Kostprijsberekening methode
Om de kostprijs van de diverse producten (zoals paspoorten, bouwvergunningen, etc.) te berekenen, hanteert de gemeente Maashorst de methode Activity Based Costing method (ABC methode). Dit is in onze ogen de beste en meest transparante methode. Bij deze methode worden alle handelingen om te komen tot een prestatie onderzocht en vervolgens vermenigvuldigd met de uurprijs van een behandelend ambtenaar. Zodoende wordt van alle producten inzichtelijk gemaakt wat de gemiddelde tijdsbelasting is, en hoeveel producten er verkocht worden.
Kruissubsidiëring
Wanneer er sprake is van veel verschillende tarieven in een verordening, zoals bij leges, hoeft de maximale kostendekkendheid niet per tarief te gelden. Zolang het maximum van 100% voor het geheel niet overschreden wordt, kan dit per tarief wel gelden. Door kruissubsidiëring is het mogelijk om de surplus aan legesontvangsten op bepaalde producten te gebruiken om het tekort aan ontvangsten op andere producten te dekken.
Op het uitgangspunt van verordeningsbrede kruissubsidiëring bestaan enkele uitzonderingen:
- De Europese Dienstenrichtlijn beperkt de mogelijkheden voor kruissubsidiëring bij leges die samenhangen met bedrijfsactiviteiten tot een cluster van samenhangende vergunningen.
- De wetgeving over de omgevingsvergunning gaat ervan uit dat alleen binnen de omgevingsvergunning kruissubsidiëring kan worden toegepast en niet met dienstverlening erbuiten.
Toerekenbare kosten
Om te bepalen welke kosten toerekenbaar zijn, is gebruik gemaakt van de 'Handreiking kostentoerekening leges en tarieven' (opgesteld in opdracht van het ministerie van BZK), en van het VNG kostenmodel. Er is geen wettelijk voorgeschreven lijst van toe te rekenen kosten en baten. Er zijn uitsluitend richtlijnen, waarvan een groot deel voortvloeit uit jurisprudentie. Er mogen alleen kosten worden toegerekend die direct met de dienstverlening samenhangen.
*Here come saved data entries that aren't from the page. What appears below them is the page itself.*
// Posterior decoding by checkpointed scaled forward-backward: the sink fan-out, emission tables,
// and unsplit decoding (segmented decoding: decode_segments.cpp; Viterbi: viterbi.cpp).
#include "tidemark/decode.hpp"

#include "decode_internal.hpp"
#include "tidemark/window.hpp"

namespace tidemark {

using namespace detail;

void SinkFanout::begin_contig(const Contig& c) {
    for (auto* s : sinks_) s->begin_contig(c);
}
void SinkFanout::block(const BlockView& v) {
    for (auto* s : sinks_) s->block(v);
}
void SinkFanout::end_contig(const Contig& c, const DecodeResult& r) {
    for (auto* s : sinks_) s->end_contig(c, r);
}
std::unique_ptr<DecodeSink> SinkFanout::fork() const {
    std::vector<std::unique_ptr<DecodeSink>> forks;
    std::vector<DecodeSink*> raw;
    for (auto* s : sinks_) {
        forks.push_back(s->fork());
        if (!forks.back()) return nullptr;
        raw.push_back(forks.back().get());
    }
    auto out = std::make_unique<SinkFanout>(std::move(raw));
    out->owned_ = std::move(forks);
    return out;
}
void SinkFanout::join(DecodeSink& later) {
    auto* other = dynamic_cast<SinkFanout*>(&later);
    if (!other || other->sinks_.size() != sinks_.size())
        throw InternalError("SinkFanout::join: not a fork of this fanout");
    for (size_t i = 0; i < sinks_.size(); ++i) sinks_[i]->join(*other->sinks_[i]);
}

std::vector<double> build_fast_emission_table(const Model& m) {
    if (m.window > 0) return {};  // window emissions depend on the window's counts, not a context
    const size_t contexts = size_t{1} << (2 * m.max_order);
    const size_t entries = contexts * 4 * static_cast<size_t>(m.states);
    if (entries * sizeof(double) > (size_t{32} << 20)) return {};
    std::vector<double> table(entries);
    for (size_t c = 0; c < contexts; ++c)
        for (uint8_t b = 0; b < 4; ++b)
            for (int s = 0; s < m.states; ++s)
                table[(c * 4 + b) * m.states + s] =
                    m.emission_prob(s, static_cast<uint32_t>(c), m.max_order, b);
    return table;
}

double fill_emissions(const Model& m, const Contig& contig, int64_t begin, int64_t n,
                      uint8_t* bases, double* emission, const std::vector<double>* fast_table) {
    if (m.window > 0) return fill_window_emissions(m, contig, begin, n, bases, emission);
    const int S = m.states;
    const int K = m.max_order;
    RollingContext ctx = context_before(contig, begin, K);
    contig.unpack(begin, n, bases);
    const double* fast = (fast_table && !fast_table->empty()) ? fast_table->data() : nullptr;
    for (int64_t t = 0; t < n; ++t) {
        const uint8_t b = bases[t];
        double* row = emission + t * S;
        if (b == base_unknown) {
            for (int s = 0; s < S; ++s) row[s] = 1.0;  // marginalised: sums to 1 over bases
        } else if (fast && ctx.complete(K)) {
            std::memcpy(row, fast + (static_cast<size_t>(ctx.code) * 4 + b) * S,
                        sizeof(double) * S);
        } else {
            for (int s = 0; s < S; ++s) row[s] = m.emission_prob(s, ctx.code, ctx.valid, b);
        }
        ctx.push(b);
    }
    return 0;
}

namespace {

std::vector<double> build_decoder_table(const Model& m) {
    std::vector<double> table = build_fast_emission_table(m);
    if (table.empty()) return table;
    const TableLayout layout(m.max_order);
    const size_t S = static_cast<size_t>(m.states);
    if (layout.rows * S * sizeof(double) > (size_t{40} << 20)) return {};
    table.resize(layout.rows * S, 1.0);  // the unknown row stays all ones
    for (int v = 0; v < m.max_order; ++v)
        for (uint32_t c = 0; c < (1u << (2 * v)); ++c)
            for (uint8_t b = 0; b < 4; ++b)
                for (size_t s = 0; s < S; ++s)
                    table[(layout.partial[v] + c * 4 + b) * S + s] =
                        m.emission_prob(static_cast<int>(s), c, v, b);
    return table;
}

// For every emission row r, the matrix F_r[i][j] = A[i][j] * e_r[j]. One recursion step is
// then a single matrix-vector product, f(t) = f(t-1) F_r(t) and b(t) = F_r(t+1) b(t+1), one
// multiplication shorter on the chain of dependent operations that bounds the speed for
// small models. Rounding differs from (f A) * e by about one unit in the last place per step,
// which the rescaled recursions do not accumulate.
std::vector<double> fold_transitions(const Model& m, const std::vector<double>& table) {
    const size_t S = static_cast<size_t>(m.states);
    if (table.empty()) return {};
    const size_t rows = table.size() / S;
    std::vector<double> folded(rows * S * S);
    for (size_t r = 0; r < rows; ++r)
        for (size_t i = 0; i < S; ++i)
            for (size_t j = 0; j < S; ++j)
                folded[(r * S + i) * S + j] = m.transitions[i * S + j] * table[r * S + j];
    return folded;
}

// folded with each S x S matrix transposed: the backward step's lanes load its columns.
std::vector<double> transpose_each(const std::vector<double>& folded, int states) {
    const size_t S = static_cast<size_t>(states);
    std::vector<double> out(folded.size());
    for (size_t r = 0; r < folded.size() / (S * S); ++r)
        for (size_t i = 0; i < S; ++i)
            for (size_t j = 0; j < S; ++j) out[(r * S + j) * S + i] = folded[(r * S + i) * S + j];
    return out;
}

// Segments hold whole blocks except at their ends; 16 blocks make the matrix checkpoints and
// the per-segment scheduling negligible next to the work.
constexpr int64_t blocks_per_segment = 16;

int64_t choose_segment(const Model& m, int64_t block, const DecoderOptions& o) {
    if (o.segment_size < 0 || m.states > max_fixed_states) return 0;
    const int64_t multiple = std::max<int64_t>(1, o.segment_multiple);
    // At least 64 Ki positions: tiny --block values must not make millions of segments (each
    // has its own sink forks).
    const int64_t want = o.segment_size > 0
                             ? o.segment_size
                             : std::max<int64_t>(blocks_per_segment * block, int64_t{1} << 16);
    return (want + multiple - 1) / multiple * multiple;
}
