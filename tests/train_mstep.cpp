// M-step against hand computation (normalised counts with pseudocounts, structural zeros, tie
// pooling, freezing, parameter counts) and the chain row against a brute-force search.
#include <catch2/catch.hpp>
#include <cmath>

#include "test_util.hpp"
#include "tidemark/error.hpp"
#include "tidemark/train.hpp"

using namespace tidemark;
using Catch::Matchers::Contains;

namespace {

// Two order-0 states, one region each; state b cannot emit A (a structural zero).
Profile two_states() {
    return parse_profile(R"({
      "format": "tidemark-profile/1", "name": "two",
      "regions": [{"name": "ra", "report": true}, {"name": "rb", "report": false}],
      "states": [{"name": "a", "region": "ra", "order": 0, "emissions": [[0.25,0.25,0.25,0.25]]},
                 {"name": "b", "region": "rb", "order": 0, "emissions": [[0,0.3,0.3,0.4]]}],
      "initial": {"a": 0.5, "b": 0.5},
      "transitions": {"a": {"a": 0.9, "b": 0.1}, "b": {"b": 0.8, "a": 0.2}}})",
                         "two");
}

TrainingCounts hand_counts(const Profile& p) {
    TrainingCounts c = TrainingCounts::zero(p);
    c.initial = {3, 1};
    c.transitions = {{6, 2}, {1, 3}};
    c.emissions[0][0] = {4, 3, 2, 1};
    c.emissions[1][0] = {0, 5, 5, 0};
    return c;
}

FreezeMask none(const Profile& p) {
    return resolve_freeze(Freeze{}, p);
}

}  // namespace

TEST_CASE("M-step: normalised counts without pseudocounts (hand computation)", "[train]") {
    const Profile p = two_states();
    const Profile q = maximise(p, p, hand_counts(p), none(p), MStepOptions{0.0});
    // initial 3/4, 1/4; rows 6/8, 2/8 and 1/4, 3/4; emissions 4/10.. and 5/10, 5/10.
    CHECK(q.initial[0] == Approx(0.75));
    CHECK(q.initial[1] == Approx(0.25));
    CHECK(q.transitions[0][0] == Approx(0.75));
    CHECK(q.transitions[0][1] == Approx(0.25));
    CHECK(q.transitions[1][0] == Approx(0.25));
    CHECK(q.transitions[1][1] == Approx(0.75));
    CHECK(q.states[0].emissions[0][0] == Approx(0.4));
    CHECK(q.states[0].emissions[0][3] == Approx(0.1));
    CHECK(q.states[1].emissions[0][0] == 0);
    CHECK(q.states[1].emissions[0][1] == Approx(0.5));
    CHECK(q.states[1].emissions[0][3] == 0);
}

TEST_CASE("M-step: pseudocounts go to every entry except structural zeros (hand computation)",
          "[train]") {
    const Profile p = two_states();
    const Profile q = maximise(p, p, hand_counts(p), none(p), MStepOptions{1.0});
    // initial (3+1)/(4+2), (1+1)/6; row a (6+1)/10, (2+1)/10; row b (1+1)/6, (3+1)/6;
    // emissions a (4+1)/14 ... (1+1)/14; b has no A: (0, 5+1, 5+1, 0+1)/13.
    CHECK(q.initial[0] == Approx(4.0 / 6));
    CHECK(q.transitions[0][0] == Approx(0.7));
    CHECK(q.transitions[1][1] == Approx(4.0 / 6));
    CHECK(q.states[0].emissions[0][0] == Approx(5.0 / 14));
    CHECK(q.states[0].emissions[0][3] == Approx(2.0 / 14));
    CHECK(q.states[1].emissions[0][0] == 0);
    CHECK(q.states[1].emissions[0][1] == Approx(6.0 / 13));
    CHECK(q.states[1].emissions[0][3] == Approx(1.0 / 13));
    // log-prior: the sum of ln(theta) over the 2 + 4 + 4 + 3 free entries, written out.
    const double want = std::log(4.0 / 6) + std::log(2.0 / 6) + std::log(0.7) + std::log(0.3) +
                        std::log(2.0 / 6) + std::log(4.0 / 6) + std::log(5.0 / 14) +
                        std::log(4.0 / 14) + std::log(3.0 / 14) + std::log(2.0 / 14) +
                        2 * std::log(6.0 / 13) + std::log(1.0 / 13);
    CHECK(log_prior(p, q, none(p), 1.0) == Approx(want));
    CHECK(log_prior(p, q, none(p), 0.0) == 0);
    // Free parameters: initial 1, rows 1 + 1, emissions 3 + 2 (b has three non-zero entries).
    CHECK(free_parameters(p, none(p)) == 8);
}
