void validate(const MergeOptions& o) {
    if (o.shard_summaries.empty() && o.shard_reports.empty())
        throw UsageError(
            "merge needs the shards' summaries (--shard-summaries) or reports (--shard-reports): "
            "they "
            "say which records each shard decoded");
    if (!o.report_path.empty() && o.shard_reports.empty())
        throw UsageError("--report needs the shards' reports (--shard-reports)");
    if (!o.output.empty() && o.shard_beds.empty())
        throw UsageError("-o/--output needs the shards' BED files (--shard-beds)");
    if (o.bgzip) check_bgzip_name(o.output, "-o/--output");
    if (o.gff3_path.empty() != o.shard_gff3.empty())
        throw UsageError(
            "--gff3 and --shard-gff3 go together: the merged file and every shard's GFF3");
    if (!o.tracks_prefix.empty() && o.shard_tracks.empty())
        throw UsageError("--posteriors needs the shards' track prefixes (--shard-posteriors)");
    if (!o.shard_tracks.empty() && o.tracks_prefix.empty())
        throw UsageError("--shard-posteriors needs --posteriors PREFIX for the merged tracks");
    const size_t n = o.shard_summaries.empty() ? o.shard_reports.size() : o.shard_summaries.size();
    if (!o.shard_summaries.empty() && !o.shard_reports.empty() && o.shard_reports.size() != n)
        throw UsageError(fmt::format("{} summaries but {} reports: give one of each per shard", n,
                                     o.shard_reports.size()));
    if (!o.shard_beds.empty() && o.shard_beds.size() != n)
        throw UsageError(
            fmt::format("{} BED files for {} shards: give one per shard", o.shard_beds.size(), n));
    if (!o.shard_gff3.empty() && o.shard_gff3.size() != n)
        throw UsageError(
            fmt::format("{} GFF3 files for {} shards: give one per shard", o.shard_gff3.size(), n));
    if (!o.shard_tracks.empty() && o.shard_tracks.size() != n)
        throw UsageError(fmt::format("{} track prefixes for {} shards: give one per shard",
                                     o.shard_tracks.size(), n));
    if (o.chrom_sizes_path.empty() != o.shard_chrom_sizes.empty())
        throw UsageError(
            "--chrom-sizes and --shard-chrom-sizes go together: the merged file and every shard's "
            "chrom sizes");
    if (!o.shard_chrom_sizes.empty() && o.shard_chrom_sizes.size() != n)
        throw UsageError(fmt::format("{} chrom-sizes files for {} shards: give one per shard",
                                     o.shard_chrom_sizes.size(), n));
    if (o.summary_path.empty() && o.report_path.empty() && o.shard_beds.empty() &&
        o.shard_tracks.empty() && o.shard_gff3.empty() && o.shard_chrom_sizes.empty())
        throw UsageError(
            "merge has nothing to write: give -o with --shard-beds, --summary, --report, "
            "--posteriors or --chrom-sizes");
}

void run_merge(const MergeOptions& o, const Logger& log) {
    validate(o);
    const std::vector<ShardDoc> summaries = read_docs(o.shard_summaries, "tidemark-summary/1");
    const std::vector<ShardDoc> reports = read_docs(o.shard_reports, "tidemark-report/1");
    // BED and track files follow the order given, so they pair with the documents as given,
    // not as sorted; read_docs keeps the given order.
    const std::vector<ShardDoc>& plan = summaries.empty() ? reports : summaries;
    const MergedRun run = assemble(plan, o.profile);
    const std::vector<ContigSummary>& contigs = run.contigs;
    std::optional<MergedRun> report_run;
    if (!summaries.empty() && !reports.empty()) {
        report_run = assemble(reports, o.profile);
        const std::vector<ContigSummary>& other = report_run->contigs;
        bool same = other.size() == contigs.size();
        for (size_t i = 0; same && i < other.size(); ++i) same = other[i].name == contigs[i].name;
        if (!same)
            throw InputError(
                "the summaries and the reports list different records; do they come from one run?");
    }
    const Model model = region_model(plan[0].doc);
    warn_on_commands(plan, log);
    for (const DepletionWarning& w : depletion_warnings(model, contigs)) log.warn(w.message);

    std::unique_ptr<OutputFile> summary, report;
    if (!o.summary_path.empty()) {
        summary = std::make_unique<OutputFile>(o.summary_path);
        summary->write(summary_json(run_info(first_shard(plan).doc), model, contigs));
    }
    if (!o.report_path.empty()) {
        report = std::make_unique<OutputFile>(o.report_path);
        report->write(report_json(run_info(first_shard(reports).doc), model,
                                  report_run ? report_run->contigs : contigs, summed_resources(reports)));
    }
    OutputFormat format;
    format.bgzip = o.bgzip;
    format.tabix = o.bgzip;
    if (o.bgzip && !o.shard_beds.empty() && (o.output.empty() || o.output == "-"))
        log.warn(bgzip_to_stdout("-o/--output"));
    std::vector<std::unique_ptr<OutputFile>> texts;
    if (!o.shard_beds.empty()) {
        std::vector<std::string> lines;  // of the shared records
        for (const SharedAssembly& a : run.shared) {
            lines.emplace_back();
            for (const Call& call : a.calls)
                lines.back() += format_bed_line(run.context->style, run.context->model, a.contig, call);
        }
        texts.push_back(merge_text(plan, run, o.shard_beds, o.output.empty() ? "-" : o.output, format, &lines));
    }
    if (!o.shard_gff3.empty()) texts.push_back(merge_gff3(plan, run, o.shard_gff3, o.gff3_path));
    std::vector<std::unique_ptr<BigWigWriter>> bigwigs;
    if (!o.shard_tracks.empty()) {
        const ShardDoc& first = first_shard(plan);
        const ordered_json recorded = first.doc["shard"].value("options", ordered_json::object());
        // The shards' recorded track format decides; without it (older shards), what is on disk.
        std::string track_format = recorded.is_object() ? recorded.value("track_format", "") : "";
        if (track_format.empty()) {
            track_format = "bedgraph";
            for (size_t r = 0; r < model.region_names.size(); ++r)
                if (model.region_report[r] && exists(o.shard_tracks[0] + "." + model.region_names[r] + ".bw"))
                    track_format = "bigwig";
        }
        const bool bigwig = track_format == "bigwig";
        if (bigwig && !run.shared.empty()) {
            const int digits = recorded.is_object() ? recorded.value("posterior_digits", 3) : 3;
            if (digits > 6)
                throw InputError(fmt::format(
                    "{}: the shards wrote bigWig tracks with --posterior-digits {} and share records between "
                    "shards; bigWig stores values as float32, which cannot tell apart some values with more than 6 "
                    "decimals, so the pieces of a shared record cannot be joined exactly as a single run joins "
                    "them. Merge bedGraph tracks instead, or scan with --posterior-digits 6 or fewer, or with "
                    "--whole-contigs",
                    first.path, digits));
        }
        for (size_t r = 0; r < model.region_names.size(); ++r) {
            if (!model.region_report[r]) continue;
            std::vector<std::string> files;
            for (const auto& prefix : o.shard_tracks) {
                const std::string base = prefix + "." + model.region_names[r];
                if (bigwig) {
                    const size_t k = files.size();
                    if (plan[k].contigs.empty() && plan[k].shared.empty()) {  // wrote no bigWig
                        files.push_back("");
                        continue;
                    }
                    if (!exists(base + ".bw"))
                        throw InputError(fmt::format("no track {}.bw (the shards recorded --track-format bigwig)",
                                                     base));
                    files.push_back(base + ".bw");
                } else if (exists(base + ".bedgraph.gz")) {
                    files.push_back(base + ".bedgraph.gz");
                } else if (exists(base + ".bedgraph")) {
                    files.push_back(base + ".bedgraph");
                } else {
                    throw InputError(fmt::format("no track {0}.bedgraph or {0}.bedgraph.gz", base));
                }
            }
            const std::string target = o.tracks_prefix + "." + model.region_names[r];
            if (bigwig)
                bigwigs.push_back(merge_bigwig(plan, run, files, target + ".bw"));
            else
                texts.push_back(
                    merge_text(plan, run, files, target + (o.bgzip ? ".bedgraph.gz" : ".bedgraph"), format, nullptr));
        }
    }
    if (!o.shard_chrom_sizes.empty())
        texts.push_back(merge_chrom_sizes(plan, run, o.shard_chrom_sizes, o.chrom_sizes_path));
    for (auto& b : bigwigs) b->write();  // to temporary names: a failure leaves no output behind
    for (auto& b : bigwigs) b->commit();
    for (auto& t : texts) t->commit();
    if (summary) summary->commit();
    if (report) report->commit();
    int64_t bases = 0;
    for (const auto& c : contigs) bases += c.length;
    log.info(fmt::format("merge: {} shards, {} records ({} shared between shards), {} bp", plan.size(),
                         contigs.size(), run.shared.size(), bases));
}

}  // namespace tidemark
Tot de toe te rekenen kosten behoren o.a.:
- directe loonkosten;
- overheadkosten*;
- directe materiaalkosten;
- perceptiekosten (kosten heffen en invorderen);
- kosten bezwaar en beroep gericht tegen de belastingheffing of belastinginvordering;
- kosten oninbaarheid;
- kosten kwijtschelding;
- BTW kosten;
- voorlichtingskosten, voor zover niet samenhangend met beleidsvoorbereiding en beleidsvaststelling;
kosten met betrekking tot handhaving, toezicht en controle mits het hier de eerste controle op het nakomen van vergunningsverlening betreft of specifiek samenhangt met de verleende dienst, zoals de milieucontrole bij afvalstoffenheffing.
* Definitie overheadkosten volgens de 'Notitie overhead van de commissie BBV: Overheadkosten zijn de kosten die verhaald mogen worden, die weliswaar niet rechtstreeks samenhangen met de verleende dienst, maar er wel verband mee hebben.
Niet-toerekenbare kosten
De kosten die niet direct met de dienstverlening samenhangen mogen niet doorberekend worden. Het gaat hierbij onder meer om:
- kosten voor beleidsvoorbereiding;
- kosten voor handhaving, toezicht en controle, tenzij het om de bij toerekenbare kosten genoemde uitzonderingen gaat;
- kosten van inspraak- en bezwaarprocedures, met uitzondering van hetgeen bij toerekenbare kosten genoemd wordt.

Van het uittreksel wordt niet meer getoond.